The future of a much-loved community gym in Hampstead hangs in the balance after the council set a four-month deadline for the sale of the property.

Camden Council’s cabinet met at Camden Town Hall last night to discuss the future of The Armoury, a charity-run gym in Pond Street, which the council wishes to sell as part of the Community Investment Programme (CIP).

At the meeting, the cabinet agreed that the facility is “surplus to requirements” and gave the Jubilee Hall Trust (JHT), which runs the gym, four months to agree the terms of a 50-year lease on the building.

If the trust fails to agree a deal with the council before the four-month deadline, the gym will be sold on the free market to a private developer.

Cllr Theo Blackwell, cabinet member for finance, told the meeting: “The decision on this paper isn’t to sell The Armoury tomorrow or the next day but to continue negotiations with [the trust] and to try and find a win, win [situation] for the community which goes some way to meeting the council’s massive capital problems.”

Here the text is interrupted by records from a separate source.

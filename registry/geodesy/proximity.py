"""Proximity on the ellipsoid: search boxes and exact geodesic distances.

Used by the nearby-mark search (``registry.selectors.nearby``). Pure computation, no Django.

Sources
-------
- Geodesic inverse/direct problems: C. F. F. Karney, "Algorithms for geodesics",
  *J. Geodesy* 87 (2013) 43–55, doi:10.1007/s00190-012-0578-z, as implemented by
  PROJ's ``geod`` (pyproj ``Geod``). Ellipsoid GRS80 (a = 6 378 137 m,
  1/f = 298.257222101; H. Moritz, "Geodetic Reference System 1980", *Bulletin
  Géodésique* 54 (1980) 395–405). WGS 84 differs from GRS80 only in 1/f
  (298.257223563): b differs by 0.105 mm, so distances up to 20 000 km differ by
  well under 1 mm, and for the tens of kilometres searched here by a few nanometres.
- Radii of curvature: meridian M(φ) = a(1−e²)/(1−e² sin²φ)^{3/2} and prime vertical
  N(φ) = a/(1−e² sin²φ)^{1/2} (e.g. W. Torge & J. Müller, *Geodesy*, 4th ed., de
  Gruyter 2012, §3.2.2; B. Hofmann-Wellenhof & H. Moritz, *Physical Geodesy*, 2nd
  ed., 2006, §5.3). Along any curve, dφ/ds = cos α / M and dλ/ds = sin α / (N cos φ),
  so a point within geodesic distance ρ of (φ0, λ0) has |φ − φ0| ≤ ρ / min M =
  ρ / (a(1−e²)) and |λ − λ0| ≤ ρ / (a cos φ_far), φ_far being the latitude of the box
  edge nearest a pole (N ≥ a). These two bounds make the latitude/longitude search box
  conservative: no point within ρ lies outside it.
- Sphere versus ellipsoid (for the PostGIS prefilter, which measures on a sphere of
  radius R): mapping the ellipsoid onto a sphere with the same latitude and longitude
  scales every line element by a factor between min(M, N)/R = a(1−e²)/R and
  max(M, N)/R = a/√(1−e²)/R, so every geodesic distance lies between those factors
  times the spherical distance. With PostGIS's R = (2a + b)/3 (IUGG mean radius R1)
  these are 0.99442 and 1.00449 (see ``sphere_distance_factors``).
"""

from __future__ import annotations

import math
from dataclasses import dataclass

import numpy as np
import pyproj

#: GRS80 semi-major axis (m) and flattening (Moritz 1980).
GRS80_A_M = 6_378_137.0
GRS80_F = 1.0 / 298.257222101
#: WGS 84 semi-major axis and flattening (NIMA TR8350.2, 3rd ed., 2000, table 3.1).
WGS84_A_M = 6_378_137.0
WGS84_F = 1.0 / 298.257223563

#: Relative safety added to the search box and sphere bounds: covers floating-point
#: rounding of stored coordinates; 1e-9 of 20 000 km is 2 cm, far inside the margins.
_REL_MARGIN = 1e-9
#: Absolute safety added to box half-widths (degrees; 1e-9° ≈ 0.1 mm).
_ABS_MARGIN_DEG = 1e-9

_GEOD = pyproj.Geod(ellps="GRS80")


@dataclass(frozen=True)
class SearchBox:
    """A latitude/longitude box that contains every point within a geodesic radius.

    Attributes
    ----------
    lat_min_deg, lat_max_deg : float
        Latitude range (degrees), clipped to [-90, 90].
    lon_ranges_deg : tuple of (float, float)
        One longitude range, or two when the box crosses the antimeridian
        (each within [-180, 180]). ``((-180.0, 180.0),)`` when the box reaches a pole
        or is wider than the globe.
    """

    lat_min_deg: float
    lat_max_deg: float
    lon_ranges_deg: tuple[tuple[float, float], ...]

    @property
    def all_longitudes(self) -> bool:
        return self.lon_ranges_deg == ((-180.0, 180.0),)

    def contains(self, lat_deg, lon_deg) -> np.ndarray:
        """Which points (degrees) lie in the box (vectorised; edges inclusive)."""
        lat = np.asarray(lat_deg, dtype=float)
        lon = np.asarray(lon_deg, dtype=float)
        inside_lon = np.zeros(np.broadcast(lat, lon).shape, dtype=bool)
        for lo, hi in self.lon_ranges_deg:
            inside_lon |= (lon >= lo) & (lon <= hi)
        return (lat >= self.lat_min_deg) & (lat <= self.lat_max_deg) & inside_lon


def search_box(
    lat_deg: float, lon_deg: float, radius_m: float, *, a_m: float = GRS80_A_M, f: float = GRS80_F
) -> SearchBox:
    """Latitude/longitude box holding every point within ``radius_m`` of a point.

    Parameters
    ----------
    lat_deg, lon_deg : float
        Centre (degrees) on the ellipsoid (a_m, f); any frame, the box is frame-agnostic.
    radius_m : float
        Geodesic radius (m), ≥ 0.

    Returns
    -------
    SearchBox
        Conservative: no point within the radius lies outside (module docstring).
        It splits in two across the antimeridian and covers all longitudes once it
        reaches a pole.

    Examples
    --------
    >>> box = search_box(45.0, 179.99, 5000.0)
    >>> len(box.lon_ranges_deg)
    2
    >>> search_box(89.99, 10.0, 5000.0).all_longitudes
    True
    """
    if not (math.isfinite(lat_deg) and math.isfinite(lon_deg) and math.isfinite(radius_m)) or radius_m < 0:
        raise ValueError("search_box needs finite coordinates and a radius ≥ 0")
    e2 = f * (2.0 - f)
    dlat_deg = math.degrees(radius_m / (a_m * (1.0 - e2))) * (1.0 + _REL_MARGIN) + _ABS_MARGIN_DEG
    lat_lo = lat_deg - dlat_deg
    lat_hi = lat_deg + dlat_deg
    if lat_lo <= -90.0 or lat_hi >= 90.0:
        return SearchBox(max(lat_lo, -90.0), min(lat_hi, 90.0), ((-180.0, 180.0),))
    far_rad = math.radians(max(abs(lat_lo), abs(lat_hi)))
    dlon_deg = math.degrees(radius_m / (a_m * math.cos(far_rad))) * (1.0 + _REL_MARGIN) + _ABS_MARGIN_DEG
    if dlon_deg >= 180.0:
        return SearchBox(lat_lo, lat_hi, ((-180.0, 180.0),))
    lon_lo = lon_deg - dlon_deg
    lon_hi = lon_deg + dlon_deg
    ranges: tuple[tuple[float, float], ...]
    if lon_lo < -180.0:
        ranges = ((lon_lo + 360.0, 180.0), (-180.0, lon_hi))
    elif lon_hi > 180.0:
        ranges = ((lon_lo, 180.0), (-180.0, lon_hi - 360.0))
    else:
        ranges = ((lon_lo, lon_hi),)
    return SearchBox(lat_lo, lat_hi, ranges)


def sphere_distance_factors(
    *, a_m: float = WGS84_A_M, f: float = WGS84_F, sphere_radius_m: float | None = None
) -> tuple[float, float]:
    """Bounds (lo, hi) with lo·d_sphere ≤ d_ellipsoid ≤ hi·d_sphere for every pair of points.

    The sphere carries the same latitude and longitude as the ellipsoid (as PostGIS
    does for ``geography`` with ``use_spheroid = false`` and for the ``<->`` operator).
    Default radius: R1 = (2a + b)/3, the radius PostGIS uses for SRID 4326.

    Examples
    --------
    >>> lo, hi = sphere_distance_factors()
    >>> round(lo, 5), round(hi, 5)
    (0.99442, 1.00449)
    """
    b_m = a_m * (1.0 - f)
    radius_m = (2.0 * a_m + b_m) / 3.0 if sphere_radius_m is None else sphere_radius_m
    e2 = f * (2.0 - f)
    lo = a_m * (1.0 - e2) / radius_m
    hi = a_m / math.sqrt(1.0 - e2) / radius_m
    return lo * (1.0 - _REL_MARGIN), hi * (1.0 + _REL_MARGIN)


def geodesic_inverse(lat1_deg, lon1_deg, lat2_deg, lon2_deg) -> tuple[np.ndarray, np.ndarray]:
    """Geodesic distance (m) and forward azimuth at point 1 (degrees, [0, 360)) on GRS80.

    Vectorised (numpy broadcasting). Karney (2013) through pyproj ``Geod.inv``.

    Examples
    --------
    >>> d, az = geodesic_inverse(40.0, 0.0, 41.0, 1.0)
    >>> round(float(d), 3), round(float(az), 6)
    (139698.755, 37.0333)
    """
    lat1, lon1, lat2, lon2 = np.broadcast_arrays(
        *(np.asarray(x, dtype=float) for x in (lat1_deg, lon1_deg, lat2_deg, lon2_deg))
    )
    if lat1.size == 0:
        return np.zeros(lat1.shape), np.zeros(lat1.shape)
    az12, _az21, dist = _GEOD.inv(np.ravel(lon1), np.ravel(lat1), np.ravel(lon2), np.ravel(lat2))
    dist_m = np.asarray(dist, dtype=float).reshape(lat1.shape)
    az_deg = np.mod(np.asarray(az12, dtype=float), 360.0).reshape(lat1.shape)
    return dist_m, az_deg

The public gallery at last night’s meeting was packed with supporters of the gym brandishing signs reading “Save The Armoury”.

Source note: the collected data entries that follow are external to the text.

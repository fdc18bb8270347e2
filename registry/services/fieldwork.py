"""Writes of fieldwork: visits (what a crew found at a mark), occupations and attached files.

Technicians and managers (ability RECORD) record these. Each function validates its
input (coded ``ValidationError``), runs in one transaction and writes an audit row.

Antenna height of an occupation: when the height was measured vertically to the
antenna reference point (ARP), that value is stored as the ARP height too. When it
was measured as a slant to the antenna's slant-measure point, the vertical ARP height
is h_ARP = √(s² − r²) + Δh (formula as documented for a GNSS data-preparation tool's slant
option, secondary transcription), computed by
``registry.geodesy.antenna.slant_to_vertical_arp_m`` when the antenna radius
``antenna_radius_m`` (r) and offset ``arp_offset_m`` (Δh, negative when the ARP is below
the slant-measure plane) are given. A slant without them is stored as measured and its
ARP height stays empty (never silently treated as vertical); r and Δh are kept in the
audit row, since the occupation has no columns for them.

Attachments are stored through Django's default storage under a path built from the
mark code and the file's SHA-256, which is computed while streaming the upload.
"""

from __future__ import annotations

import datetime as _dt
import hashlib
import os
from typing import Any

from django.conf import settings
from django.core.exceptions import ValidationError
from django.core.files import File
from django.db import transaction
from django.utils import timezone
from django.utils.text import get_valid_filename

from registry.errors import Conflict
from registry.geodesy.accuracy import ComputationInputError
from registry.geodesy.antenna import slant_to_vertical_arp_m
from registry.models import (
    AntennaHeightKind,
    Attachment,
    AttachmentKind,
    Finding,
    Occupation,
    OccupationMethod,
    Position,
    Visit,
)
from registry.roles import Ability
from registry.services._input import (
    check_keys,
    field_error,
    merge_errors,
    parse_aware_datetime,
    parse_choice,
    parse_date_value,
    parse_float,
    parse_int,
    parse_text,
)
from registry.services.access import access_mark_by_code
from registry.services.audit import audit_record, snapshot
from registry.services.limits import check_text_limits
from registry.services.suspect import visit_suspicion
from registry.services.usability import assess
from registry.vocabulary import OLD_VISIT_FIELDS, new_finding, rename_old_keys

VISIT_FIELDS = ("visited_on", "finding", "visitor", "notes")
OCCUPATION_FIELDS = (
    "method",
    "start_utc",
    "end_utc",
    "observer",
    "receiver",
    "antenna",
    "antenna_height_measured_m",
    "antenna_height_kind",
    "antenna_radius_m",
    "arp_offset_m",
    "result_position_id",
    "notes",
)
# Antenna heights outside this range are refused (same as the model's CheckConstraint).
ANTENNA_HEIGHT_MAX_M = 10.0
# A session may start at most this far in the future (clock differences between devices).
FUTURE_SLACK = _dt.timedelta(minutes=10)
# Default cap on one attachment; settings.REGISTRY["ATTACHMENT_MAX_BYTES"] overrides it.
DEFAULT_ATTACHMENT_MAX_BYTES = 512 * 1024 * 1024
_HASH_CHUNK_BYTES = 1024 * 1024


def _collect(*calls) -> list[Any]:
    """Run parser calls, collecting every field error before raising them together."""
    values, errors = [], []
    for fn, args, kwargs in calls:
        try:
            values.append(fn(*args, **kwargs))
        except ValidationError as exc:
            errors.append(exc)
            values.append(None)
    if errors:
        raise merge_errors(*errors)
    return values


def visit_record(*, actor, mark_code: str, data: dict) -> Visit:
    """Record a visit: ``visited_on`` (date), ``finding``, optional ``visitor``, ``notes``.

    A visit that found an active mark ``disturbed`` or ``searched_not_found`` makes it suspect in the
    same transaction when it is dated on or after the publication of the mark's newest published
    position (``registry.services.suspect``). A visit that found it destroyed does not change the
    mark's status; the control manager decides that (mark_set_status).

    The earlier field name ``condition`` and values ``good``, ``poor``, ``not_found`` are accepted for
    one more release (``registry.vocabulary``).
    """
    if isinstance(data, dict):
        data = rename_old_keys(data, OLD_VISIT_FIELDS)
        if "finding" in data:
            data["finding"] = new_finding(data["finding"])
    check_keys(data, VISIT_FIELDS)
    visited_on, finding, visitor, notes = _collect(
        (parse_date_value, (data, "visited_on"), {"required": True}),
        (parse_choice, (data, "finding", Finding), {"required": True}),
        (parse_text, (data, "visitor"), {"max_length": 120}),
        (parse_text, (data, "notes"), {}),
    )
    if visited_on > timezone.now().date():
        raise field_error("visited_on", "A visit cannot be dated in the future.", "date_in_future")
    with transaction.atomic():
        mark = access_mark_by_code(actor, mark_code, ability=Ability.RECORD, for_update=True)
        visit = Visit(mark=mark, visited_on=visited_on, finding=finding, visitor=visitor, notes=notes, created_by=actor)
        check_text_limits(visit)
        visit.full_clean()
        visit.save(force_insert=True)
        audit_record(actor=actor, action="visit_record", obj=visit, after=snapshot(visit), mark=mark)
        visit_suspicion(visit=visit, mark=mark, actor=actor)
    return visit


def _arp_height_m(kind: str, measured_m: float | None, radius_m: float | None, offset_m: float | None) -> float | None:
    """The vertical mark → ARP height, or ``None`` when a slant comes without the antenna's radius and offset."""
    if measured_m is None:
        return None
    if kind == AntennaHeightKind.VERTICAL:
        return measured_m
    if radius_m is None or offset_m is None:
        # stored as measured; reduced once the antenna's radius and offset are known (the input rules
        # refuse one without the other)
        return None
    try:
        return float(slant_to_vertical_arp_m(slant_m=measured_m, radius_m=radius_m, arp_offset_m=offset_m))
    except ComputationInputError as exc:
        raise field_error("antenna_height_measured_m", exc.message, exc.code) from None


def occupation_record(*, actor, mark_code: str, data: dict) -> Occupation:
    """Record one session on a mark.

    ``data``: ``method``, ``start_utc`` and ``end_utc`` (aware datetimes or ISO 8601
    text with a zone), optional ``observer``, ``receiver``, ``antenna``,
    ``antenna_height_measured_m``, ``antenna_height_kind`` (``vertical`` or ``slant``;
    default vertical), for a slant ``antenna_radius_m`` and ``arp_offset_m``, optional
    ``result_position_id`` (a position of the same mark) and ``notes``.
    """
    check_keys(data, OCCUPATION_FIELDS)
    (method, start, end, observer, receiver, antenna, measured, kind, radius, offset, result_id, notes) = _collect(
        (parse_choice, (data, "method", OccupationMethod), {"required": True}),
        (parse_aware_datetime, (data, "start_utc"), {"required": True}),
        (parse_aware_datetime, (data, "end_utc"), {"required": True}),
        (parse_text, (data, "observer"), {"max_length": 120}),
        (parse_text, (data, "receiver"), {"max_length": 120}),
        (parse_text, (data, "antenna"), {"max_length": 120}),
        (parse_float, (data, "antenna_height_measured_m"), {}),
        (parse_choice, (data, "antenna_height_kind", AntennaHeightKind), {"default": AntennaHeightKind.VERTICAL}),
        (parse_float, (data, "antenna_radius_m"), {}),
        (parse_float, (data, "arp_offset_m"), {}),
        (parse_int, (data, "result_position_id"), {}),
        (parse_text, (data, "notes"), {}),
    )
    errors = []
    if end < start:
        errors.append(field_error("end_utc", "The session ends before it starts.", "end_before_start"))
    if start > timezone.now() + FUTURE_SLACK:
        errors.append(field_error("start_utc", "A session cannot start in the future.", "in_future"))
    if measured is not None and not 0.0 <= measured <= ANTENNA_HEIGHT_MAX_M:
        errors.append(
            field_error(
                "antenna_height_measured_m",
                "An antenna height is between 0 and %(limit)s m.",
                "antenna_height_out_of_range",
                limit=ANTENNA_HEIGHT_MAX_M,
            )
        )
    if radius is not None and radius <= 0:
        errors.append(field_error("antenna_radius_m", "The antenna radius must be positive.", "invalid_radius"))
    if kind == AntennaHeightKind.SLANT and measured is not None and (radius is None) != (offset is None):
        errors.append(
            field_error(
                "antenna_radius_m",
                "Give both the antenna radius and the ARP offset to reduce a slant height (or neither).",
                "slant_geometry_incomplete",
            )
        )
    if kind == AntennaHeightKind.VERTICAL and (radius is not None or offset is not None):
        errors.append(
            field_error(
                "antenna_radius_m", "Radius and offset apply to a slant height only.", "slant_fields_for_vertical"
            )
        )
    if measured is not None and radius is not None and kind == AntennaHeightKind.SLANT and measured < radius:
        errors.append(
            field_error(
                "antenna_height_measured_m",
                "A slant height cannot be shorter than the antenna radius.",
                "slant_shorter_than_radius",
            )
        )
    if errors:
        raise merge_errors(*errors)
    arp = _arp_height_m(kind, measured, radius, offset)
    if arp is not None and not 0.0 <= arp <= ANTENNA_HEIGHT_MAX_M:
        raise field_error("arp_offset_m", "The reduced ARP height is out of range.", "antenna_height_out_of_range")

    with transaction.atomic():
        mark = access_mark_by_code(actor, mark_code, ability=Ability.RECORD)
        if not assess(mark.status).occupation_allowed:
            raise Conflict(
                f"Mark {mark.code} is recorded as destroyed; a destroyed mark takes no occupations.",
                code="mark_destroyed",
            )
        result_position = None
        if result_id is not None:
            result_position = Position.objects.filter(pk=result_id, mark=mark).first()
            if result_position is None:
                raise field_error(
                    "result_position_id", "No position with this id belongs to this mark.", "position_other_mark"
                )
        occupation = Occupation(
            mark=mark,
            method=method,
            start_utc=start,
            end_utc=end,
            observer=observer,
            receiver=receiver,
            antenna=antenna,
            antenna_height_measured_m=measured,
            antenna_height_kind=kind,
            antenna_height_arp_m=arp,
            result_position=result_position,
            notes=notes,
            created_by=actor,
        )
        check_text_limits(occupation)
        # The ranges of the model's CheckConstraints are checked above with their own codes and enforced by
        # the database; Django's Python-side check costs one query per constraint (batch imports), skipped, as
        # are the queries re-reading the mark, user and result position just fetched (foreign keys).
        occupation.full_clean(exclude=("mark", "created_by", "result_position"), validate_constraints=False)
        occupation.save(force_insert=True)
        after = snapshot(occupation)
        if kind == AntennaHeightKind.SLANT:
            after.update({"antenna_radius_m": radius, "arp_offset_m": offset})
        audit_record(actor=actor, action="occupation_record", obj=occupation, after=after, mark=mark)
    return occupation


def _max_bytes() -> int:
    return int(getattr(settings, "REGISTRY", {}).get("ATTACHMENT_MAX_BYTES", DEFAULT_ATTACHMENT_MAX_BYTES))


def _hash_stream(file) -> tuple[str, int]:
    digest = hashlib.sha256()
    size = 0
    if hasattr(file, "seek"):
        file.seek(0)
    for chunk in (
        file.chunks(_HASH_CHUNK_BYTES) if hasattr(file, "chunks") else iter(lambda: file.read(_HASH_CHUNK_BYTES), b"")
    ):
        if isinstance(chunk, str):
            raise field_error("file", "Attach the file in binary mode.", "invalid_file")
        digest.update(chunk)
        size += len(chunk)
    if hasattr(file, "seek"):
        file.seek(0)
    return digest.hexdigest(), size


def attachment_add(
    *,
    actor,
    mark_code: str,
    file,
    kind: str,
    occupation_id: int | None = None,
    visit_id: int | None = None,
    caption: str = "",
) -> Attachment:
    """Attach a file (photo, RINEX, sketch, other) to a mark, optionally to one of its occupations or visits.

    The SHA-256 and size are computed while streaming; empty files, files over the
    size cap and unknown kinds are refused. If the database write fails, the stored
    file is removed again.
    """
    errors = []
    if kind not in AttachmentKind.values:
        errors.append(
            field_error(
                "kind",
                "%(value)r is not one of: %(choices)s.",
                "invalid_choice",
                value=kind,
                choices=", ".join(AttachmentKind.values),
            )
        )
    if not isinstance(caption, str) or len(caption.strip()) > 200 or "\x00" in caption:
        errors.append(field_error("caption", "A caption is text of at most 200 characters.", "invalid_caption"))
    if file is None or not (hasattr(file, "chunks") or hasattr(file, "read")):
        errors.append(field_error("file", "Attach a file.", "required"))
    if errors:
        raise merge_errors(*errors)
    if not isinstance(file, File):
        file = File(file, name=getattr(file, "name", None))
    original = os.path.basename(str(file.name or "").replace("\x00", "")) or "upload.bin"
    sha256, size = _hash_stream(file)
    if size == 0:
        raise field_error("file", "The file is empty.", "empty_file")
    if size > _max_bytes():
        raise field_error("file", "The file is larger than %(limit)d bytes.", "file_too_large", limit=_max_bytes())

    with transaction.atomic():
        mark = access_mark_by_code(actor, mark_code, ability=Ability.RECORD)
        occupation = visit = None
        id_values = _collect(
            (parse_int, ({"occupation_id": occupation_id}, "occupation_id"), {}),
            (parse_int, ({"visit_id": visit_id}, "visit_id"), {}),
        )
        if id_values[0] is not None:
            occupation = Occupation.objects.filter(pk=id_values[0], mark=mark).first()
            if occupation is None:
                raise field_error(
                    "occupation_id", "No occupation with this id belongs to this mark.", "occupation_other_mark"
                )
        if id_values[1] is not None:
            visit = Visit.objects.filter(pk=id_values[1], mark=mark).first()
            if visit is None:
                raise field_error("visit_id", "No visit with this id belongs to this mark.", "visit_other_mark")
        attachment = Attachment(
            mark=mark,
            occupation=occupation,
            visit=visit,
            kind=kind,
            original_name=original[:255],
            sha256=sha256,
            size_bytes=size,
            caption=caption.strip(),
            uploaded_by=actor,
        )
        stored_name = get_valid_filename(original) or "upload.bin"
        attachment.file.save(stored_name, file, save=False)
        try:
            attachment.full_clean()
            attachment.save(force_insert=True)
            audit_record(actor=actor, action="attachment_add", obj=attachment, after=snapshot(attachment), mark=mark)
        except BaseException:
            attachment.file.storage.delete(attachment.file.name)
            raise
    return attachment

Under JHT, the gym offers discounted rates to local residents as well as accommodating patients and staff from the Royal Free Hospital.

In 2010, The Armoury did not renew its lease on 25 Pond Street and since then the council, which owns the property, has looked to offload the building as part of the CIP, under which some council-owned buildings will be sold and the profit spent on schools and council housing.

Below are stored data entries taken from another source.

describe('entries, sites and traits', () => {
  let slug: string;
  beforeAll(async () => {
    const res = await as('lead').post('/api/trials', {
      title: 'Lumber Hollow peppers',
      crop: 'Pepper',
      season: '2027',
      design: 'rcbd',
    });
    slug = res.body.slug;
  });

  it('edits an entry and refuses a code already in use', async () => {
    const a = await as('lead').post(`/api/trials/${slug}/entries`, {
      code: 'MH',
      name: 'Marrowby Hot',
      entryType: 'heirloom',
      seedSource: 'Lumber Hollow swap table',
      seedLot: 'LH-26-04',
      daysToMaturityClaimed: 75,
    });
    expect(a.status).toBe(201);
    const dup = await as('lead').post(`/api/trials/${slug}/entries`, {
      code: 'MH',
      name: 'Another',
      entryType: 'heirloom',
    });
    expect(dup.status).toBe(409);
    expect(dup.body.error.details.fields[0].path).toBe('body.code');
    const edit = await as('lead').patch(`/api/trials/${slug}/entries/${a.body.id}`, {
      notes: 'Thin walls.',
      inRowSpacingMm: 450,
    });
    expect(edit.status).toBe(204);
    const d = await design(slug);
    expect(d.entries[0]).toMatchObject({
      code: 'MH',
      seedLot: 'LH-26-04',
      inRowSpacingMm: 450,
      notes: 'Thin walls.',
    });
    const bad = await as('lead').patch(`/api/trials/${slug}/entries/${a.body.id}`, {
      daysToMaturityClaimed: 0,
    });
    expect(bad.status).toBe(400);
    expect(bad.body.error.details.fields[0].path).toBe('body.daysToMaturityClaimed');
    expect((await as('lead').delete(`/api/trials/${slug}/entries/${a.body.id}`)).status).toBe(204);
    expect((await as('lead').delete(`/api/trials/${slug}/entries/${a.body.id}`)).status).toBe(404);
  });

  it('keeps exact coordinates out of sites', async () => {
    const res = await as('lead').post(`/api/trials/${slug}/sites`, {
      name: 'Back field',
      region: '45.5231, -122.6765',
    });
    expect(res.status).toBe(400);
    expect(res.body.error.details.fields[0]).toEqual({
      path: 'body.region',
      message: 'Give a town or region, not map coordinates.',
    });
    const soil = await as('lead').post(`/api/trials/${slug}/sites`, {
      name: 'Back field',
      soilTexture: 'gravel',
    });
    expect(soil.status).toBe(400);
    const ok = await as('lead').post(`/api/trials/${slug}/sites`, {
      name: 'Back field',
      region: 'Lumber Hollow',
      soilTexture: 'sandy clay loam',
      irrigationMethod: 'overhead',
      notes: 'Compost in spring.',
    });
    expect(ok.status).toBe(201);
  });

  it('adds every preset (the database agrees with each), and a custom score needs a scale', async () => {
    for (const p of traitPresets) {
      const res = await as('lead').post(`/api/trials/${slug}/traits`, p);
      expect(res.status, p.key).toBe(201);
    }
    const d = await design(slug);
    expect(d.traits.map((tr) => tr.key)).toEqual(traitPresets.map((p) => p.key));
    expect(d.traits.map((tr) => tr.sortOrder)).toEqual(traitPresets.map((_, i) => i));
    const noScale = await as('lead').post(`/api/trials/${slug}/traits`, {
      key: 'leaf_curl',
      label: 'Leaf curl',
      quantityKind: 'score',
      basis: 'plot',
      direction: 'lower',
    });
    expect(noScale.status).toBe(400);
    expect(noScale.body.error.details.fields[0].path).toBe('body.scaleMax');
    const again = await as('lead').post(`/api/trials/${slug}/traits`, traitPresets[0]);
    expect(again.status).toBe(409);
  });

  it('protects a trait that measurements use', async () => {
    const d = await design(slug);
    const trait = d.traits.find((tr) => tr.key === 'plant_height')!;
    const entry = await as('lead').post(`/api/trials/${slug}/entries`, {
      code: 'QS',
      name: 'Quillsby',
      entryType: 'heirloom',
    });
    const site = d.sites[0]!;
    const plot = await t.db
      .insertInto('plots')
      .values({
        trial_id: d.id,
        site_id: site.id,
        entry_id: entry.body.id,
        block: 1,
        position: 1,
        plot_number: 101,
      })
      .returning('id')
      .executeTakeFirstOrThrow();
    await t.db
      .insertInto('observations')
      .values({
        trial_id: d.id,
        plot_id: plot.id,
        trait_id: trait.id,
        observed_on: '2027-08-01',
        value: 640,
      })
      .execute();
    expect((await as('lead').delete(`/api/trials/${slug}/traits/${trait.id}`)).status).toBe(409);
    expect(
      (await as('lead').patch(`/api/trials/${slug}/traits/${trait.id}`, { quantityKind: 'count' }))
        .status,
    ).toBe(409);
    expect(
      (
        await as('lead').patch(`/api/trials/${slug}/traits/${trait.id}`, {
          label: 'Height at first flower',
        })
      ).status,
    ).toBe(200);
  });

  it('edits the settings and the planned fertilizer policy', async () => {
    const res = await as('lead').patch(`/api/trials/${slug}`, {
      status: 'active',
      fertilizerPolicy: 'none_applied',
      fertilizerNotes: 'Compost only, before planting.',
      sowingDate: '2027-04-10',
      transplantDate: '2027-05-20',
    });
    expect(res.status).toBe(204);
    const d = await design(slug);
    expect(d).toMatchObject({
      status: 'active',
      fertilizerPolicy: 'none_applied',
      sowingDate: '2027-04-10',
      transplantDate: '2027-05-20',
    });
    const backwards = await as('lead').patch(`/api/trials/${slug}`, {
      transplantDate: '2027-03-01',
    });
    expect(backwards.status).toBe(400);
    expect(backwards.body.error.details.fields[0].path).toBe('body.transplantDate');
    expect((await as('lead').patch(`/api/trials/${slug}`, { status: 'published' })).status).toBe(
      400,
    );
  });
});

The council is offering to sell the premises to the trust or to extend the lease at a substantially higher price than the previous one.

However, the £1.5million sale price is more than double the amount the charity is prepared to offer and the trust believe the community gym is simply not worth that amount.

Last night, Cllr Blackwell added: “We have a duty to protect the taxpayer’s assets here in Camden. We have been prepared to be very flexible, offering a substantially reduced rate on the lease for the first 12 years to [help the JHT] deal with the capital costs.”

Hampstead Town councillor Linda Chung (Liberal Democrat), a board member of the JHT and a regular user of the gym, addressed the cabinet last night.

She said: “We in Camden should be proud of this gym. It’s good for mental health and good for equalities and social mix. It stops community breakdown.

“Please don’t regard it just as a building open to development. You have the power to save our gym and let it carry on its good work.”